Up to and including the line with "await db.initialize();", restate the material below word for word, beginning with its first line.

####

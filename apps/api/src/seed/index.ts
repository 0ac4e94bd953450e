import { loadConfig } from '../config.js';
import { createDataSource } from '../db/data-source.js';
import { resetDatabase, seedDemo } from './demo.js';

const reset = process.argv.includes('--reset');
const config = loadConfig();
if (config.production) throw new Error('The demo seed never runs against a production database');
const db = createDataSource(config.databaseUrl);
await db.initialize();
const { created } = await db.transaction(async (manager) => {
  if (reset) await resetDatabase(manager);
  return seedDemo(manager);
});
console.log(created ? `Demo district seeded (${created} accounts added)` : 'Demo district already present');
await db.destroy();
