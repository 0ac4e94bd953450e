import { setTimeout as sleep } from 'node:timers/promises';
import type { SessionUser } from '@evenhand/entities';
import type { Deps } from '../deps.js';
import { listComparisons } from '../runs/comparisons.js';
import { lockRun, queueRun } from '../runs/service.js';
import { demoTimeline } from './demo-timeline.js';

async function finished(deps: Deps, runId: string): Promise<string> {
  for (let i = 0; i < 300; i++) {
    const [run] = await deps.db.query(`SELECT state, error FROM runs WHERE id = $1`, [runId]);
    if (run.state === 'finished') return run.state;
    if (run.state === 'failed') throw new Error(`demo run failed: ${run.error}`);
    await sleep(100);
  }
  throw new Error('demo run did not finish; is a worker running?');
}

/**
 * One monitoring run and one locked confirmatory run per pre-specified comparison, through the job queue, after every
 * outcome sheet was accepted. `step` marks when each happens in the demo's story (see seedDemoStudies).
 */
export async function seedDemoRuns(deps: Deps, lead: SessionUser, studyId: string, step: (story: Date) => Promise<void> = async () => {}, timeline = demoTimeline(new Date())): Promise<void> {
  const [any] = await deps.db.query(`SELECT 1 FROM runs WHERE study_id = $1 LIMIT 1`, [studyId]);
  if (any) return;
  const { items } = await listComparisons(deps.db, lead, studyId);
  const primary = items.find((c) => c.isPrimary)!;
  await step(timeline.monitoringRun);
  const monitoring = await queueRun(deps, lead, primary.id, { kind: 'monitoring' });
  await finished(deps, monitoring.id);
  await step(timeline.locked);
  for (const comparison of items.filter((c) => c.prespecified)) {
    const run = await queueRun(deps, lead, comparison.id, { kind: 'confirmatory' });
    await finished(deps, run.id);
    await lockRun(deps, lead, run.id);
  }
}
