#include "sim/staff.hpp"

#include <algorithm>
#include <cassert>
#include <cmath>
#include <stdexcept>

#include "sim/event_queue.hpp"

namespace tocsin {

int headcount(const Roster& roster, const Shift& shift) {
    const auto& row = roster.by_weekday.empty() ? roster.by_shift : roster.by_weekday[shift.weekday];
    return row[shift.pattern_index];
}

std::string_view to_string(TaskFate fate) {
    switch (fate) {
        case TaskFate::finished: return "finished";
        case TaskFate::escalated_then_finished: return "escalated_then_finished";
        case TaskFate::in_progress_at_end: return "in_progress_at_end";
        case TaskFate::never_taken_up: return "never_taken_up";
        case TaskFate::dropped_at_shift_end: return "dropped_at_shift_end";
        case TaskFate::dropped_nobody_free: return "dropped_nobody_free";
    }
    return "?";
}

std::string staff_model_problems(const StaffModel& model, const ShiftPattern& pattern) {
    std::string out;
    auto add = [&](const std::string& role, const std::string& text) {
        out += (out.empty() ? "" : "\n") + ("role '" + role + "': ") + text;
    };
    const std::size_t starts = pattern.start_minutes.size();
    auto check_row = [&](const Role& role, const std::vector<int>& row, const std::string& what) {
        if (row.size() != starts)
            add(role.name, what + " has " + std::to_string(row.size()) + " headcounts; expected " +
                               std::to_string(starts) + ", one per shift of the day");
        for (int h : row)
            if (h < 0) add(role.name, what + ": headcount must be >= 0 (got " + std::to_string(h) + ")");
    };
    if (model.roles.empty()) out = "no roles declared";
    if (model.unit_count == 0) add("-", "unit_count must be >= 1");
    for (const Role& role : model.roles) {
        if (role.name.empty()) add(role.name, "name is empty");
        check_row(role, role.roster.by_shift, "roster");
        if (!role.roster.by_weekday.empty()) {
            if (role.roster.by_weekday.size() != 7)
                add(role.name, "roster by weekday has " + std::to_string(role.roster.by_weekday.size()) +
                                   " rows; expected 7 (Monday to Sunday)");
            static constexpr const char* day_names[] = {"Monday", "Tuesday", "Wednesday", "Thursday",
                                                        "Friday", "Saturday", "Sunday"};
            for (std::size_t d = 0; d < role.roster.by_weekday.size() && d < 7; ++d)
                check_row(role, role.roster.by_weekday[d], std::string("roster for ") + day_names[d]);
        }
        if (std::string p = service_time_problem(role.minutes_per_task); !p.empty()) add(role.name, p);
        for (const OtherWorkClass& work : role.other_work) {
            const std::string what = "other work '" + work.name + "': ";
            if (work.name.empty()) add(role.name, "other work has an empty name");
            if (std::count_if(role.other_work.begin(), role.other_work.end(),
                              [&](const OtherWorkClass& w) { return w.name == work.name; }) > 1)
                add(role.name, what + "two classes have this name");
            for (double rate : work.per_hour)
                if (!(rate >= 0) || !std::isfinite(rate)) add(role.name, what + "rates must be finite and >= 0");
            if (std::string p = service_time_problem(work.minutes); !p.empty()) add(role.name, what + p);
        }
    }
    if (model.escalation.role_count() != model.roles.size())
        add("-", "the escalation graph has " + std::to_string(model.escalation.role_count()) + " roles; expected " +
                     std::to_string(model.roles.size()));
    return out;
}

std::vector<bool> roles_ever_staffed(std::span<const Role> roles) {
    std::vector<bool> out;
    for (const Role& role : roles) {
        bool any = std::any_of(role.roster.by_shift.begin(), role.roster.by_shift.end(), [](int h) { return h > 0; });
        if (!role.roster.by_weekday.empty()) {
            any = false;
            for (const auto& row : role.roster.by_weekday)
                any = any || std::any_of(row.begin(), row.end(), [](int h) { return h > 0; });
        }
        out.push_back(any);
    }
    return out;
}

namespace {

std::uint64_t minutes_entity(std::uint32_t encounter, Instant at, std::uint32_t occurrence, std::uint32_t step) {
    return entity_key({encounter, static_cast<std::uint64_t>(at), occurrence, step});
}

enum class Stage : std::uint8_t { waiting, working, overtime, done };

struct TaskState {
    Stage stage = Stage::waiting;
    std::uint32_t team = 0;
    std::uint32_t slot = 0;     // position in the team's `working` list
    Instant finish_at = 0;
    Instant overtime_since = 0;
    std::uint32_t occurrence = 0;  // earlier notices of the same encounter at the same instant
};

struct QueueEntry {
    std::uint8_t level;  // lower first: other work above alerts 0, alert tasks 1, other work below 2
    double order_score;  // higher first (0 under FIFO)
    Instant joined;
    std::uint32_t task;  // also breaks ties: tasks are numbered in notice order
    std::uint8_t escalations;  // stale when the task has moved on
};

// Max-heap comparator: returns true when a should be served after b.
struct ServedLater {
    bool operator()(const QueueEntry& a, const QueueEntry& b) const {
        if (a.level != b.level) return a.level > b.level;
        if (a.order_score != b.order_score) return a.order_score < b.order_score;
        if (a.joined != b.joined) return a.joined > b.joined;
        return a.task > b.task;
    }
};

struct Team {
    int on_duty = 0;
    int busy = 0;      // tasks held by staff of the current shift
    int overtime = 0;  // tasks being finished by staff whose shift has ended
    std::vector<QueueEntry> queue;  // heap; may hold stale entries
    int waiting = 0;                // live entries in queue
    std::vector<std::uint32_t> working;  // tasks of the current shift's staff
    std::vector<std::uint32_t> overtime_tasks;
    Instant last_change = 0;
    double busy_integral = 0.0;
    double waiting_integral = 0.0;
};

enum class EventKind : std::uint8_t { finish, escalation };
struct Event {
    EventKind kind;
    std::uint8_t escalations;  // for escalation: the step it was scheduled at
    std::uint32_t task;
};
constexpr int finish_priority = 0;
constexpr int escalation_priority = 1;
constexpr std::uint8_t alert_level = 1;

std::uint8_t queue_level(OtherWorkPriority priority) {
    switch (priority) {
        case OtherWorkPriority::above_alerts: return alert_level - 1;
        case OtherWorkPriority::with_alerts: return alert_level;
        case OtherWorkPriority::below_alerts: return alert_level + 1;
    }
    return alert_level;
}

// The staff on duty for one plan: shift changes, notices and the event queue of
// task finishes and escalation timeouts, merged in time order (see staff.hpp).
class StaffQueue {
public:
    StaffQueue(std::span<const Notice> notices, std::span<const OtherTask> other, const StaffModel& model,
               const StaffPlan& plan, const ShiftCalendar& calendar, Instant until, ReplicationSeed draws)
        : notices_(notices), other_(other), model_(model), plan_(plan), calendar_(calendar), until_(until),
          minutes_seed_(purpose_seed(draws.seed, draws.replication, StreamPurpose::task_minutes)) {
        team_base_.resize(model.roles.size());
        std::uint32_t teams = 0;
        for (std::size_t r = 0; r < model.roles.size(); ++r) {
            team_base_[r] = teams;
            teams += model.roles[r].per_unit ? model.unit_count : 1;
        }
        teams_.resize(teams);
        run_.start = calendar.shifts().front().start;
        run_.until = until;
        for (std::uint32_t r = 0; r < model.roles.size(); ++r)
            for (std::uint32_t u = 0; u < (model.roles[r].per_unit ? model.unit_count : 1); ++u)
                run_.teams.push_back(TeamLoad{r, u, 0.0, 0.0});
    }

    StaffRun run() {
        const std::size_t n = notices_.size();
        // Tasks of other work are numbered after the notices' (n, n + 1, ...).
        run_.tasks.resize(n + other_.size());
        state_.resize(n + other_.size());
        count_occurrences();
        now_ = run_.start;
        events_.start_at(now_);
        for (Team& t : teams_) t.last_change = now_;
        change_shift(0);

        const auto& shifts = calendar_.shifts();
        std::size_t next_shift = 1, next_notice = 0, next_other = 0;
        constexpr Instant never = std::numeric_limits<Instant>::max();
        for (;;) {
            const Instant t_shift = next_shift < shifts.size() ? shifts[next_shift].start : never;
            const Instant t_event = events_.empty() ? never : events_.next_at();
            const Instant t_notice = next_notice < n ? notices_[next_notice].at : never;
            const Instant t_other = next_other < other_.size() ? other_[next_other].at : never;
            const Instant t = std::min({t_shift, t_event, t_notice, t_other});
            if (t >= until_) break;
            assert(t >= now_ && "the clock never runs backwards");
            now_ = t;
            if (t_shift == t) {
                change_shift(next_shift++);
            } else if (t_event == t) {
                const auto e = events_.pop();
                if (e.payload.kind == EventKind::finish)
                    finish(e.payload.task);
                else
                    escalate(e.payload.task, e.payload.escalations);
            } else if (t_notice == t) {
                arrive(static_cast<std::uint32_t>(next_notice++));
            } else {
                arrive_other(static_cast<std::uint32_t>(next_other++));
            }
        }
        close();
        return std::move(run_);
    }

####

*OUTPUT OF THE EXERCISE*
filename apps/api/src/seed/index.ts
repository 0ac4e94bd953450e
import { loadConfig } from '../config.js';
import { createDataSource } from '../db/data-source.js';
import { resetDatabase, seedDemo } from './demo.js';

const reset = process.argv.includes('--reset');
const config = loadConfig();
if (config.production) throw new Error('The demo seed never runs against a production database');
const db = createDataSource(config.databaseUrl);
await db.initialize();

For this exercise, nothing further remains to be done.